Page MenuHomePhabricator

CirrusSearch: investigate how to improve re-indexing
Closed, DuplicatePublic

Description

With the recent re-indexing, we encountered a number of issues that we'd like to take some time to figure out a better way to do the re-indexing.

Event Timeline

debt triaged this task as Medium priority.Oct 27 2016, 8:34 PM
debt moved this task from needs triage to Up Next on the Discovery-Search board.
Deskana raised the priority of this task from Medium to High.Nov 15 2016, 6:21 PM
Deskana added a subscriber: Deskana.

The recent reindex that we tried to do on Commons failed twice, which delayed the rollout of features to users. One of those was a partial failure which is a total pain to fix properly. This is infrastructure worth investing in.

@dcausse will work on this and break it down a bit. He already has a few ideas how the process could be improved to be more reliable.

dcausse changed the task status from Open to Stalled.Nov 21 2016, 4:47 PM

I wanted to use the reindex API wrote by Nik. It would greatly help to reduce code complexity in cirrus and hopefully have a more stable reindex process.
The reindex API supports a script param that would allow us to do update reindex docs (e.g. to populate the new wiki field).
Sadly with elastic 2.x the script language used is groovy and is disabled by default for security reasons.
We could add

script.engine.groovy.inline.update: true

to elasticsearch.yml to allow it.

With elasticsearch 5 we have access to painless a new script engine very similar to groovy that is enabled by default.

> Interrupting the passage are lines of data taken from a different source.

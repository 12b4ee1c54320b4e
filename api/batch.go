package api

import (
	"context"
	"errors"
	"fmt"
	"io"
	"log/slog"
	"mime"
	"net"
	"net/http"
	"slices"
	"strconv"
	"strings"
	"time"

	"github.com/klauspost/compress/gzip"
	"github.com/labstack/echo/v4"

	"regimed/api/batch"
)

// typeLines is the media type of a stream of lines, each of them JSON.
const typeLines = "application/x-ndjson"

// lineTypes are the media types under which clients announce such a stream.
var lineTypes = []string{typeLines, "application/jsonl", "application/json-lines", "application/ndjson"}

// batch answers a stream of cases while it arrives. The answers begin before
// the cases end, and a client who does not read them is not read any further.
func (s *Server) batch(c echo.Context) error {
	o, err := s.batchOptions(c)
	if err != nil {
		return err
	}
	coding, err := acceptsLines(c)
	if err != nil {
		return err
	}
	if s.streams.Err() != nil {
		return problem(unavailable, "The server is about to stop; ask another one.")
	}
	ctx, cancel := context.WithCancelCause(context.WithoutCancel(c.Request().Context()))
	defer cancel(nil)
	in := s.streamIn(c, cancel)
	cases, err := decoded(in, coding)
	if err != nil {
		in.linger()
		return unreadable(c, err)
	}
	out := s.streamOut(c)
	defer in.linger()
	if err := out.begin(); err != nil {
		return nil // the client is gone
	}
	end, err := batch.Run(ctx, cases, out, batch.Options{
		Answer:  BatchAnswerer(o),
		Limit:   int(s.config.BodyLimit),
		Stop:    s.streams.Done(),
		Unblock: in.unblock,
	})
	if err := out.close(); err != nil {
		s.config.Logger.Debug("send", "request_id", requestID(c))
	}
	s.logBatch(c, end, err)
	return nil
}

// batchOptions reads the parameters of a batch.
func (s *Server) batchOptions(c echo.Context) (BatchOptions, error) {
	fields, _, ask, err := caseOptions(c, false, nil)
	if err != nil {
		return BatchOptions{}, err
	}
	id := requestID(c)
	return BatchOptions{Fields: fields, Ask: ask, Fault: func(line int64, cause any, trace []byte) {
		s.config.Logger.Error("panic", "cause", fmt.Sprint(cause), "request_id", id, "line", line, "trace", string(trace))
	}}, nil
}

// logBatch says what became of a stream; that of the request says only that it
// was begun well.
func (s *Server) logBatch(c echo.Context, end batch.End, err error) {
	cause := slog.Attr{}
	if err != nil {
		cause = slog.String("cause", err.Error())
	}
	s.config.Logger.LogAttrs(context.Background(), slog.LevelInfo, "batch",
		slog.String("state", end.State()),
		slog.Int64("lines", end.Lines),
		slog.Int64("answers", end.Answers),
		slog.Int64("problems", end.Problems),
		slog.String("request_id", requestID(c)),
		cause)
}

// acceptsLines refuses a body that is not announced as lines of JSON in UTF-8.
// It returns how the body is encoded: "" or "gzip".
func acceptsLines(c echo.Context) (coding string, err error) {
	h := c.Request().Header
	switch coding = strings.ToLower(strings.TrimSpace(h.Get(echo.HeaderContentEncoding))); coding {
	case "", "identity":
		coding = ""
	case "gzip", "x-gzip":
		coding = "gzip"
	default:
		c.Response().Header().Set(echo.HeaderAcceptEncoding, "gzip, identity")
		return "", problem(unsupportedMedia, "The Content-Encoding must be gzip or none.")
	}
	if isLines(h.Get(echo.HeaderContentType)) {
		return coding, nil
	}
	c.Response().Header().Set("Accept-Post", strings.Join(lineTypes, ", "))
	c.Response().Header().Set(echo.HeaderAccept, strings.Join(lineTypes, ", "))
	return "", problem(unsupportedMedia, "The Content-Type must be application/x-ndjson, in UTF-8.")
}

func isLines(contentType string) bool {
	media, parameters, err := mime.ParseMediaType(contentType)
	if err != nil || !slices.Contains(lineTypes, media) {
		return false
	}
	for name, value := range parameters {
		if name != "charset" || !strings.EqualFold(value, "utf-8") {
			return false
		}
	}
	return true
}

// decoded undoes the encoding of a body. However much comes out of a small
// body, it is read line by line and no line beyond its limit.
func decoded(body io.Reader, coding string) (io.Reader, error) {
	if coding == "" {
		return body, nil
	}
	return gzip.NewReader(body)
}

// unreadable is the problem of a body of which not even the beginning came.
func unreadable(c echo.Context, err error) *Problem {
	c.Response().Header().Set(echo.HeaderConnection, "close")
	var network net.Error
	switch {
	case errors.As(err, &network) && network.Timeout():
		return problem(requestTimeout, "The body did not arrive in time.")
	case errors.Is(err, gzip.ErrHeader):
		return problem(badRequest, "The body is announced as gzip and is none.")
	}
	return problem(badRequest, "The body broke off before its end.")
}

// streamIn is the body of a stream, with the deadline moved on at every read.
// cancel ends the work on it.
//
// The context of the request says that the client is gone. But it also ends
// with any failure to read the body, a deadline included, and then the client
// may still be there to be told how far the batch came. So it counts only from
// the end of the body on; before, whether he is there shows when writing.
func (s *Server) streamIn(c echo.Context, cancel context.CancelCauseFunc) *streamBody {
	request := c.Request().Context()
	return &streamBody{
		from: c.Request().Body, control: http.NewResponseController(c.Response()), idle: s.config.StreamIdleTimeout,
		atEnd: func() { context.AfterFunc(request, func() { cancel(errClientGone) }) },
	}
}

var errClientGone = errors.New("the client is gone")

// streamOut is where the answers of a stream go.
func (s *Server) streamOut(c echo.Context) *streamAnswer {
	h := c.Response().Header()
	h.Set(echo.HeaderContentType, typeLines)
	h.Add(echo.HeaderVary, echo.HeaderAcceptEncoding)
	// The answer may end before the body does; what then remains of the body must
	// not be read as the next request.
	h.Set(echo.HeaderConnection, "close")
	packed := acceptsGzip(c.Request().Header.Values(echo.HeaderAcceptEncoding))
	if packed {
		h.Set(echo.HeaderContentEncoding, "gzip")
	}
	return newStreamAnswer(c, s.config.StreamIdleTimeout, packed)
}

// acceptsGzip reads whether a client takes an answer in gzip: by name, or by *,
// and not with the quality 0.
func acceptsGzip(headers []string) bool {
	named, any := -1.0, -1.0 // qualities; negative where it is not listed
	for item := range strings.SplitSeq(strings.Join(headers, ","), ",") {
		coding, parameters, _ := strings.Cut(item, ";")
		switch strings.ToLower(strings.TrimSpace(coding)) {
		case "gzip", "x-gzip":
			named = max(named, quality(parameters))
		case "*":
			any = quality(parameters)
		}
	}
	if named >= 0 {
		return named > 0
	}
	return any > 0
}

// quality reads "q=0.5"; 1 where there is none that can be read.
func quality(parameters string) float64 {
	text, found := strings.CutPrefix(strings.ReplaceAll(strings.ToLower(parameters), " ", ""), "q=")
	if q, err := strconv.ParseFloat(text, 64); found && err == nil && q >= 0 {
		return q
	}
	return 1
}

// lingering is for how long a server goes on reading what a client still sends
// behind the end of the answer, so that the client gets to read that end.
const lingering = time.Second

If we want to use the reindex API our options are:

  1. Enable groovy
  2. Wait for elasticsearch 5 and use painless

I'm still undecided, I'm not too keen enabling groovy, we've spent some effort to remove all groovy scripts from cirrus on the other hand reindexing is painful today...

We did have an upgrade to Elasticsearch 5 planned for Q3 (Jan - March 2017), which would seem to solve the problem permanently.

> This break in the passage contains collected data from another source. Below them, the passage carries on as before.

package api

import (
	"bytes"
	"context"
	"fmt"
	"runtime/debug"
	"strconv"

	"github.com/go-json-experiment/json"
	"github.com/go-json-experiment/json/jsontext"

	"regimed/api/batch"
	"regimed/api/render"
	"regimed/regime"
	"regimed/regime/input"
	"regimed/regime/kind"
	"regimed/regime/whatif"
)

// BatchOptions say how the lines of a batch are answered.
type BatchOptions struct {
	Fields render.Fields  // members of the answers
	Ask    whatif.Options // about each case besides its answer
	Fault  func(line int64, cause any, trace []byte)
}

// BatchAnswerer returns what answers the lines of a batch, over HTTP and on the
// command line alike. A line is a case, or a case with an id that comes back:
//
//	{"structure": …, "fluid": …}
//	{"id": "a7", "case": {"structure": …, "fluid": …}}
//
// A line that can't be answered gets the problem that the service gives to a
// body with the same text. Pointers and offsets count from the line: those of a
// case with an id begin with /case.
func BatchAnswerer(o BatchOptions) batch.Answerer {
	b := &batchAnswerer{o, kind.Schema()}
	return b.answer
}

type batchAnswerer struct {
	BatchOptions
	schema *input.Schema
}

func (b *batchAnswerer) answer(ctx context.Context, dst []byte, l batch.Line) (out []byte, answered bool) {
	head := dst
	defer func() {
		// A worker has nobody above it who would hold a panic back from the
		// other lines.
		if cause := recover(); cause != nil {
			b.fault(l.Number, cause)
			out, answered = appendProblem(head, problem(internal, "The engine met a fault of its own on this line; the other lines are not touched by it.")), false
		}
	}()
	m := memberOf(l.Text)
	if m.id != nil {
		head = append(append(head, `,"id":`...), m.id...)
	}
	a, err := b.classify(ctx, l, m)
	if err != nil {
		return appendProblem(head, err), false
	}
	out = render.AppendJSON(append(head, `,"answer":`...), a, b.Fields)
	a.Release()
	return out, true
}

func (b *batchAnswerer) fault(line int64, cause any) {
	if b.Fault != nil {
		b.Fault(line, cause, debug.Stack())
	}
}

// classify answers the case of a line.
func (b *batchAnswerer) classify(ctx context.Context, l batch.Line, m batchMember) (*regime.Answer, *Problem) {
	if l.Limit > 0 {
		return nil, largerThan(int64(l.Limit))
	}
	kase, violations, err := input.Decode(m.kase, b.schema)
	if err != nil {
		return nil, malformed(err)
	}
	if p := m.refusal(violations); p != nil {
		return nil, p
	}
	answer, violations, err := whatif.Classify(ctx, kase, b.Ask)
	if err != nil { // the batch has ended, and nobody reads what is said of its lines
		return nil, problem(unavailable, "The batch ended before this line was answered.")
	}
	return answer, m.refusal(violations)
}

// largerThan is the problem of a case that is too long.
func largerThan(limit int64) *Problem {
	return problem(tooLarge, "The body is larger than "+strconv.FormatInt(limit, 10)+" bytes.")
}

func appendProblem(dst []byte, p *Problem) []byte {
	text, err := json.Marshal(p, jsontext.AllowInvalidUTF8(true))
	if err != nil {
		text = fmt.Appendf(nil, `{"type":%q,"title":%q,"status":%d,"detail":%q}`, p.Type, p.Title, p.Status, p.Detail)
	}
	return append(append(dst, `,"problem":`...), text...)
}

// batchMember is a line taken apart.
type batchMember struct {
	id     jsontext.Value // as received; nil where there is none that comes back
	kase   []byte
	within string            // pointer of the case in the line: "" or "/case"
	bad    []input.Violation // of what stands around the case
}

// memberOf takes a line apart. It is a case as it stands unless it is an object
// with a member "case". Its id comes back as far as one can be read.
func memberOf(line []byte) batchMember {
	m := batchMember{kase: line}
	if !mayHaveMembers(line) {
		return m
	}
	var bad input.Violations
	seen := map[string]bool{}
	var kase jsontext.Value
	for name, value := range input.Members(line) {
		pointer := "/" + escapePointer(name)
		switch {
		case seen[name]:
			bad.Add(pointer, input.Duplicate, fmt.Sprintf("%s is given twice.", quoted(name)), value)
		case name == "id":
			m.id = identifier(value, &bad)
		case name == "case":
			kase = value
		default:
			bad.Add(pointer, input.UnknownField, fmt.Sprintf("A line with a case in it has no member %s; it has id and case.", quoted(name)), value)
		}
		seen[name] = true
	}
	if seen["case"] && jsontext.Value(line).IsValid(jsontext.AllowDuplicateNames(true)) {
		m.kase, m.within, m.bad = kase, "/case", bad.List()
	}
	return m
}

// mayHaveMembers reports whether a line may have one of the members that a case
// does not have. Most lines are cases, and need no second look.
func mayHaveMembers(line []byte) bool {
	return bytes.Contains(line, []byte(`"case"`)) || bytes.Contains(line, []byte(`"id"`)) || bytes.Contains(line, []byte(`\u`))
}

// Bounds of an id.
const (
	longestID = 200     // bytes of its JSON
	largestID = 1 << 53 // as far as every reader of JSON counts
)

// identifier returns an id as it comes back: a short text, or an integer.
func identifier(value jsontext.Value, bad *input.Violations) jsontext.Value {
	switch n, err := strconv.ParseInt(string(value), 10, 64); {
	case value.Kind() == '"' && len(value) <= longestID, err == nil && n >= -largestID && n <= largestID:
		return value
	case value.Kind() == '"':
		bad.Add("/id", input.OutOfRange, fmt.Sprintf("The id is too long: at most %d bytes come back.", longestID), value)
	default:
		bad.Add("/id", input.WrongType, "The id is a text, or an integer up to 2^53.", value)
	}
	return nil
}

// refusal is the problem of violations of the case, and of what stands around
// it; nil where there are none.
func (m *batchMember) refusal(ofCase []input.Violation) *Problem {
	if len(m.bad)+len(ofCase) == 0 {
		return nil
	}
	what := "The case"
	if len(m.bad) > 0 {
		what = "The line"
	}
	var all input.Violations
	addWithin(&all, "", m.bad)
	addWithin(&all, m.within, ofCase)
	return violated(invalidCase, what, all.List())
}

We may not save any time enabling Groovy compared to dealing with the pain of reindexing for a couple of months then upgrading to Elasticsearch 5 for the more permanent solution. My instincts say we should wait for the Elasticsearch 5 upgrade in a few months.

Thoughts?

@Deskana sounds good to me, I think I can suffer few more months waiting for elastic 5.
I'll make some more bash scripts to help me deal with recalcitrant reindex.